Stored items
=====

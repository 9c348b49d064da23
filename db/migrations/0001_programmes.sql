CREATE TABLE "consent" (
	"id" text PRIMARY KEY NOT NULL,
	"client_id" text NOT NULL,
	"kind" text NOT NULL,
	"status" text NOT NULL,
	"method" text NOT NULL,
	"note" text,
	"recorded_by_id" text NOT NULL,
	"recorded_at" timestamp with time zone DEFAULT now() NOT NULL
);
--> statement-breakpoint
CREATE TABLE "photo" (
	"id" text PRIMARY KEY NOT NULL,
	"organization_id" text NOT NULL,
	"client_id" text NOT NULL,
	"kind" text NOT NULL,
	"uploaded_by_id" text NOT NULL,
	"content_type" text NOT NULL,
	"width" integer NOT NULL,
	"height" integer NOT NULL,
	"bytes" integer NOT NULL,
	"storage_key" text NOT NULL,
	"thumbnail_key" text NOT NULL,
	"created_at" timestamp with time zone DEFAULT now() NOT NULL
);
--> statement-breakpoint
CREATE TABLE "programme" (
	"id" text PRIMARY KEY NOT NULL,
	"client_id" text NOT NULL,
	"draft" jsonb,
	"draft_revision" integer DEFAULT 0 NOT NULL,
	"draft_updated_by_id" text,
	"draft_updated_at" timestamp with time zone,
	"created_at" timestamp with time zone DEFAULT now() NOT NULL,
	CONSTRAINT "programme_clientId_unique" UNIQUE("client_id")
);
--> statement-breakpoint
CREATE TABLE "programme_template" (
	"id" text PRIMARY KEY NOT NULL,
	"organization_id" text NOT NULL,
	"name" text NOT NULL,
	"description" text,
	"content" jsonb NOT NULL,
	"created_by_id" text NOT NULL,
	"created_at" timestamp with time zone DEFAULT now() NOT NULL
);
--> statement-breakpoint
CREATE TABLE "programme_version" (
	"id" text PRIMARY KEY NOT NULL,
	"programme_id" text NOT NULL,
	"number" integer NOT NULL,
	"content" jsonb NOT NULL,
	"reason" text NOT NULL,
	"prompted_by_type" text,
	"prompted_by_id" text,
	"author_id" text NOT NULL,
	"published_at" timestamp with time zone DEFAULT now() NOT NULL
);
--> statement-breakpoint
CREATE TABLE "red_flag_clearance" (
	"id" text PRIMARY KEY NOT NULL,
	"screening_id" text NOT NULL,
	"flag" text NOT NULL,
	"clinician_name" text NOT NULL,
	"note" text NOT NULL,
	"recorded_by_id" text NOT NULL,
	"recorded_at" timestamp with time zone DEFAULT now() NOT NULL
);
--> statement-breakpoint
CREATE TABLE "screening" (
	"id" text PRIMARY KEY NOT NULL,
	"client_id" text NOT NULL,
	"version" integer NOT NULL,
	"answers" jsonb NOT NULL,
	"red_flags" jsonb NOT NULL,
	"outcome" text NOT NULL,
	"rescreen_on" date,
	"signed_by_id" text NOT NULL,
	"signed_at" timestamp with time zone DEFAULT now() NOT NULL
);
--> statement-breakpoint
ALTER TABLE "client" ADD COLUMN "condition" text;--> statement-breakpoint
ALTER TABLE "client" ADD COLUMN "affected_side" text;--> statement-breakpoint
ALTER TABLE "client" ADD COLUMN "goals" text;--> statement-breakpoint
ALTER TABLE "client" ADD COLUMN "onset_date" date;--> statement-breakpoint
ALTER TABLE "consent" ADD CONSTRAINT "consent_client_id_client_id_fk" FOREIGN KEY ("client_id") REFERENCES "public"."client"("id") ON DELETE cascade ON UPDATE no action;--> statement-breakpoint
ALTER TABLE "consent" ADD CONSTRAINT "consent_recorded_by_id_user_id_fk" FOREIGN KEY ("recorded_by_id") REFERENCES "public"."user"("id") ON DELETE no action ON UPDATE no action;--> statement-breakpoint
ALTER TABLE "photo" ADD CONSTRAINT "photo_organization_id_organization_id_fk" FOREIGN KEY ("organization_id") REFERENCES "public"."organization"("id") ON DELETE cascade ON UPDATE no action;--> statement-breakpoint
ALTER TABLE "photo" ADD CONSTRAINT "photo_client_id_client_id_fk" FOREIGN KEY ("client_id") REFERENCES "public"."client"("id") ON DELETE cascade ON UPDATE no action;--> statement-breakpoint
ALTER TABLE "photo" ADD CONSTRAINT "photo_uploaded_by_id_user_id_fk" FOREIGN KEY ("uploaded_by_id") REFERENCES "public"."user"("id") ON DELETE no action ON UPDATE no action;--> statement-breakpoint
ALTER TABLE "programme" ADD CONSTRAINT "programme_client_id_client_id_fk" FOREIGN KEY ("client_id") REFERENCES "public"."client"("id") ON DELETE cascade ON UPDATE no action;--> statement-breakpoint
ALTER TABLE "programme" ADD CONSTRAINT "programme_draft_updated_by_id_user_id_fk" FOREIGN KEY ("draft_updated_by_id") REFERENCES "public"."user"("id") ON DELETE no action ON UPDATE no action;--> statement-breakpoint
ALTER TABLE "programme_template" ADD CONSTRAINT "programme_template_organization_id_organization_id_fk" FOREIGN KEY ("organization_id") REFERENCES "public"."organization"("id") ON DELETE cascade ON UPDATE no action;--> statement-breakpoint
ALTER TABLE "programme_template" ADD CONSTRAINT "programme_template_created_by_id_user_id_fk" FOREIGN KEY ("created_by_id") REFERENCES "public"."user"("id") ON DELETE no action ON UPDATE no action;--> statement-breakpoint
ALTER TABLE "programme_version" ADD CONSTRAINT "programme_version_programme_id_programme_id_fk" FOREIGN KEY ("programme_id") REFERENCES "public"."programme"("id") ON DELETE cascade ON UPDATE no action;--> statement-breakpoint
ALTER TABLE "programme_version" ADD CONSTRAINT "programme_version_author_id_user_id_fk" FOREIGN KEY ("author_id") REFERENCES "public"."user"("id") ON DELETE no action ON UPDATE no action;--> statement-breakpoint
ALTER TABLE "red_flag_clearance" ADD CONSTRAINT "red_flag_clearance_screening_id_screening_id_fk" FOREIGN KEY ("screening_id") REFERENCES "public"."screening"("id") ON DELETE cascade ON UPDATE no action;--> statement-breakpoint
ALTER TABLE "red_flag_clearance" ADD CONSTRAINT "red_flag_clearance_recorded_by_id_user_id_fk" FOREIGN KEY ("recorded_by_id") REFERENCES "public"."user"("id") ON DELETE no action ON UPDATE no action;--> statement-breakpoint
ALTER TABLE "screening" ADD CONSTRAINT "screening_client_id_client_id_fk" FOREIGN KEY ("client_id") REFERENCES "public"."client"("id") ON DELETE cascade ON UPDATE no action;--> statement-breakpoint
ALTER TABLE "screening" ADD CONSTRAINT "screening_signed_by_id_user_id_fk" FOREIGN KEY ("signed_by_id") REFERENCES "public"."user"("id") ON DELETE no action ON UPDATE no action;--> statement-breakpoint
CREATE INDEX "consent_client_idx" ON "consent" USING btree ("client_id","kind","recorded_at");--> statement-breakpoint
CREATE INDEX "photo_client_idx" ON "photo" USING btree ("client_id");--> statement-breakpoint
CREATE UNIQUE INDEX "programme_version_number_idx" ON "programme_version" USING btree ("programme_id","number");--> statement-breakpoint
CREATE UNIQUE INDEX "red_flag_clearance_flag_idx" ON "red_flag_clearance" USING btree ("screening_id","flag");--> statement-breakpoint
CREATE UNIQUE INDEX "screening_client_version_idx" ON "screening" USING btree ("client_id","version");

=====

# [WHAT TO WORK ON]
Please copy each record shown above exactly.

# [SOLUTION]
repository 9c348b49d064da23
filename db/migrations/0001_programmes.sql
CREATE TABLE "consent" (
	"id" text PRIMARY KEY NOT NULL,
	"client_id" text NOT NULL,
	"kind" text NOT NULL,
	"status" text NOT NULL,
	"method" text NOT NULL,
	"note" text,
	"recorded_by_id" text NOT NULL,
	"recorded_at" timestamp with time zone DEFAULT now() NOT NULL
);
--> statement-breakpoint
CREATE TABLE "photo" (
	"id" text PRIMARY KEY NOT NULL,
	"organization_id" text NOT NULL,
	"client_id" text NOT NULL,
	"kind" text NOT NULL,
	"uploaded_by_id" text NOT NULL,
	"content_type" text NOT NULL,
	"width" integer NOT NULL,
	"height" integer NOT NULL,
	"bytes" integer NOT NULL,
	"storage_key" text NOT NULL,
	"thumbnail_key" text NOT NULL,
	"created_at" timestamp with time zone DEFAULT now() NOT NULL
);
--> statement-breakpoint
CREATE TABLE "programme" (
	"id" text PRIMARY KEY NOT NULL,
	"client_id" text NOT NULL,
	"draft" jsonb,
	"draft_revision" integer DEFAULT 0 NOT NULL,
	"draft_updated_by_id" text,
	"draft_updated_at" timestamp with time zone,
	"created_at" timestamp with time zone DEFAULT now() NOT NULL,
	CONSTRAINT "programme_clientId_unique" UNIQUE("client_id")
);
--> statement-breakpoint
CREATE TABLE "programme_template" (
	"id" text PRIMARY KEY NOT NULL,
	"organization_id" text NOT NULL,
	"name" text NOT NULL,
	"description" text,
	"content" jsonb NOT NULL,
	"created_by_id" text NOT NULL,
	"created_at" timestamp with time zone DEFAULT now() NOT NULL
);
--> statement-breakpoint
CREATE TABLE "programme_version" (
	"id" text PRIMARY KEY NOT NULL,
	"programme_id" text NOT NULL,
	"number" integer NOT NULL,
	"content" jsonb NOT NULL,
	"reason" text NOT NULL,
	"prompted_by_type" text,
	"prompted_by_id" text,
	"author_id" text NOT NULL,
	"published_at" timestamp with time zone DEFAULT now() NOT NULL
);
--> statement-breakpoint
CREATE TABLE "red_flag_clearance" (
	"id" text PRIMARY KEY NOT NULL,
	"screening_id" text NOT NULL,
	"flag" text NOT NULL,
	"clinician_name" text NOT NULL,
	"note" text NOT NULL,
	"recorded_by_id" text NOT NULL,
	"recorded_at" timestamp with time zone DEFAULT now() NOT NULL
);
--> statement-breakpoint
CREATE TABLE "screening" (
	"id" text PRIMARY KEY NOT NULL,
	"client_id" text NOT NULL,
	"version" integer NOT NULL,
	"answers" jsonb NOT NULL,
	"red_flags" jsonb NOT NULL,
	"outcome" text NOT NULL,
	"rescreen_on" date,
	"signed_by_id" text NOT NULL,
	"signed_at" timestamp with time zone DEFAULT now() NOT NULL
);
--> statement-breakpoint
ALTER TABLE "client" ADD COLUMN "condition" text;--> statement-breakpoint
ALTER TABLE "client" ADD COLUMN "affected_side" text;--> statement-breakpoint
ALTER TABLE "client" ADD COLUMN "goals" text;--> statement-breakpoint
ALTER TABLE "client" ADD COLUMN "onset_date" date;--> statement-breakpoint
ALTER TABLE "consent" ADD CONSTRAINT "consent_client_id_client_id_fk" FOREIGN KEY ("client_id") REFERENCES "public"."client"("id") ON DELETE cascade ON UPDATE no action;--> statement-breakpoint
ALTER TABLE "consent" ADD CONSTRAINT "consent_recorded_by_id_user_id_fk" FOREIGN KEY ("recorded_by_id") REFERENCES "public"."user"("id") ON DELETE no action ON UPDATE no action;--> statement-breakpoint
ALTER TABLE "photo" ADD CONSTRAINT "photo_organization_id_organization_id_fk" FOREIGN KEY ("organization_id") REFERENCES "public"."organization"("id") ON DELETE cascade ON UPDATE no action;--> statement-breakpoint
ALTER TABLE "photo" ADD CONSTRAINT "photo_client_id_client_id_fk" FOREIGN KEY ("client_id") REFERENCES "public"."client"("id") ON DELETE cascade ON UPDATE no action;--> statement-breakpoint
ALTER TABLE "photo" ADD CONSTRAINT "photo_uploaded_by_id_user_id_fk" FOREIGN KEY ("uploaded_by_id") REFERENCES "public"."user"("id") ON DELETE no action ON UPDATE no action;--> statement-breakpoint
ALTER TABLE "programme" ADD CONSTRAINT "programme_client_id_client_id_fk" FOREIGN KEY ("client_id") REFERENCES "public"."client"("id") ON DELETE cascade ON UPDATE no action;--> statement-breakpoint
ALTER TABLE "programme" ADD CONSTRAINT "programme_draft_updated_by_id_user_id_fk" FOREIGN KEY ("draft_updated_by_id") REFERENCES "public"."user"("id") ON DELETE no action ON UPDATE no action;--> statement-breakpoint
ALTER TABLE "programme_template" ADD CONSTRAINT "programme_template_organization_id_organization_id_fk" FOREIGN KEY ("organization_id") REFERENCES "public"."organization"("id") ON DELETE cascade ON UPDATE no action;--> statement-breakpoint
ALTER TABLE "programme_template" ADD CONSTRAINT "programme_template_created_by_id_user_id_fk" FOREIGN KEY ("created_by_id") REFERENCES "public"."user"("id") ON DELETE no action ON UPDATE no action;--> statement-breakpoint
ALTER TABLE "programme_version" ADD CONSTRAINT "programme_version_programme_id_programme_id_fk" FOREIGN KEY ("programme_id") REFERENCES "public"."programme"("id") ON DELETE cascade ON UPDATE no action;--> statement-breakpoint
ALTER TABLE "programme_version" ADD CONSTRAINT "programme_version_author_id_user_id_fk" FOREIGN KEY ("author_id") REFERENCES "public"."user"("id") ON DELETE no action ON UPDATE no action;--> statement-breakpoint
ALTER TABLE "red_flag_clearance" ADD CONSTRAINT "red_flag_clearance_screening_id_screening_id_fk" FOREIGN KEY ("screening_id") REFERENCES "public"."screening"("id") ON DELETE cascade ON UPDATE no action;--> statement-breakpoint
ALTER TABLE "red_flag_clearance" ADD CONSTRAINT "red_flag_clearance_recorded_by_id_user_id_fk" FOREIGN KEY ("recorded_by_id") REFERENCES "public"."user"("id") ON DELETE no action ON UPDATE no action;--> statement-breakpoint
ALTER TABLE "screening" ADD CONSTRAINT "screening_client_id_client_id_fk" FOREIGN KEY ("client_id") REFERENCES "public"."client"("id") ON DELETE cascade ON UPDATE no action;--> statement-breakpoint
ALTER TABLE "screening" ADD CONSTRAINT "screening_signed_by_id_user_id_fk" FOREIGN KEY ("signed_by_id") REFERENCES "public"."user"("id") ON DELETE no action ON UPDATE no action;--> statement-breakpoint
CREATE INDEX "consent_client_idx" ON "consent" USING btree ("client_id","kind","recorded_at");--> statement-breakpoint
CREATE INDEX "photo_client_idx" ON "photo" USING btree ("client_id");--> statement-breakpoint
CREATE UNIQUE INDEX "programme_version_number_idx" ON "programme_version" USING btree ("programme_id","number");--> statement-breakpoint
CREATE UNIQUE INDEX "red_flag_clearance_flag_idx" ON "red_flag_clearance" USING btree ("screening_id","flag");--> statement-breakpoint
CREATE UNIQUE INDEX "screening_client_version_idx" ON "screening" USING btree ("client_id","version");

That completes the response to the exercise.